III. OBSERVANDO MOTIVOS NA VIDA PARA CANTAR

1. Eles estavam às margens dos rios da Babilônia (Sl 137.1)

Eles não estavam num deserto. Estavam perto dos rios (Eufrates e Tigre), lugares férteis,
cheios de verdor e de fartura. A vida não estava tão dura assim. Eles é que estavam duros.
Estavam olhando para a vida de forma vesga.

Os recursos não haviam se esgotado. Eles tinham água, tinham vida, tinha sobrevivência.

2. Eles tinham sombra para o descanso (Sl 137.2)

Eles tinham sombra, descanso, refrigério. Os salgueiros eram árvores frondosas das grandes
e úmidas planícies da Babilônia. Eles não vêem a bondade de Deus nem discernem o
propósito da disciplina de Deus.

Olhe ao seu redor. Deixe de reclamar. Pare de murmurar. Dê um basta nesta hemorragia de
murmuração.
Isaías 54.1 diz: “Canta alegremente, ó estéril” = Deus nos convida a cantar no estranho, na
agenda do absurdo.

Marcos 14.22-26, Jesus cantou um hino na cena da Ceia. A hora era dramática. Era o
momento dele entregar seu corpo, dar o seu sangue, enfrentar a traição, viver a ausência da
amizade, ser escarnecido, espancado. Ainda assim, ele canta em vez de praguejar.

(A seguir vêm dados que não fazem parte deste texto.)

int mc__plan_build(const char *dir, int nranks, int skip_damaged,
                   mc__plan *plan, mc_errinfo *err)
{
    memset(plan, 0, sizeof *plan);
    char **names = NULL;
    size_t n = 0;
    int rc = list_campaign(dir, &names, &n, err);
    if (rc)
        return rc;
    plan->dir = strdup(dir);
    plan->files = calloc(n, sizeof *plan->files);
    rank_ix *ix = calloc(n, sizeof *ix);
    size_t nix = 0, cap = 0;
    char path[4096];
    if (!plan->dir || !plan->files || !ix) {
        rc = mc_errinfo_set(err, MC_ENOMEM, dir, -1, -1, "plan");
        goto out;
    }
    plan->nfiles = n;
    for (size_t i = 0; i < n; i++) {
        mc__file *f = &plan->files[i];
        f->name = names[i];
        names[i] = NULL;
        snprintf(path, sizeof path, "%s/%s", dir, f->name);
        struct stat sb;
        f->size = stat(path, &sb) == 0 ? (uint64_t)sb.st_size : 0;
        mc_trace_reader *r = NULL;
        mc_errinfo e;
        mc_errinfo_clear(&e);
        const int orc = mc_trace_open(path, &r, &e);
        if (orc != 0) {
            if (!skip_damaged) {
                if (err)
                    *err = e;
                rc = orc;
                goto out;
            }
            f->state = MC__FILE_SKIPPED;
            f->skip_code = orc;
            f->app_rank = -1;
            continue;
        }
        const mc_trace_header *h = mc_trace_get_header(r);
        f->app_rank = h->app_rank;
        f->app_size = h->app_size;
        mc_trace_close(r);
        if (f->app_rank < 0 || f->app_rank >= f->app_size) {
            rc = mc_errinfo_set(err, MC_ECAMPAIGN, path, -1, -1,
                                "claims rank %d, outside 0..%d",
                                (int)f->app_rank, (int)f->app_size - 1);
            goto out;
        }
        if (plan->app_size == 0)
            plan->app_size = f->app_size;
        if (f->app_size != plan->app_size) {
            rc = mc_errinfo_set(err, MC_ECAMPAIGN, path, -1, -1,
                                "application size %d, other files say %d",
                                (int)f->app_size, (int)plan->app_size);
            goto out;
        }
        ix[nix++] = (rank_ix){f->app_rank, (uint32_t)i};
        plan->total_bytes += f->size;
    }
    qsort(ix, nix, sizeof *ix, cmp_rank);
    for (size_t i = 1; i < nix; i++) {
        if (ix[i].rank == ix[i - 1].rank) {
            snprintf(path, sizeof path, "%s/%s", dir,
                     plan->files[ix[i].file].name);
            rc = mc_errinfo_set(err, MC_EDUPRANK, path, -1, -1,
                                "rank %d is also in %s", (int)ix[i].rank,
                                plan->files[ix[i - 1].file].name);
            goto out;
        }
    }
    if (!rc)
        rc = check_complete(plan, ix, nix, skip_damaged, err);
    if (rc)
        goto out;
    const uint64_t fair =
        nranks > 1
            ? (plan->total_bytes + (uint64_t)nranks - 1) / (uint64_t)nranks
            : 0;
    for (size_t i = 0; i < n && !rc; i++) {
        if (plan->files[i].state != MC__FILE_OK)
            continue;
        snprintf(path, sizeof path, "%s/%s", dir, plan->files[i].name);
        rc = plan_file(plan, &cap, (uint32_t)i, fair, path);
        if (rc)
            mc_errinfo_set(err, rc, dir, -1, -1, "plan");
    }
    if (!rc && mc__plan_assign(plan, nranks) != 0)
        rc = mc_errinfo_set(err, MC_ENOMEM, dir, -1, -1, "plan");
out:
    for (size_t i = 0; i < n; i++)
        free(names[i]);
    free(names);
    free(ix);
    if (rc)
        mc__plan_free(plan);
    return rc;
}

Atos 16.25 = Paulo e Silas mesmo surrados, esfolados e agredidos cantam na cadeia sem
mágoa porque sabiam que Deus converte até as tragédias para o nosso bem.

A última palavra é de Deus e não do carrasco. Não perca a doçura da vida. Deus é quem
dirige tudo. Faça da vida uma canção de glória ao Salvador. Tire agora mesmo as suas
harpas dos salgueiros e entoe uma canção ao Senhor!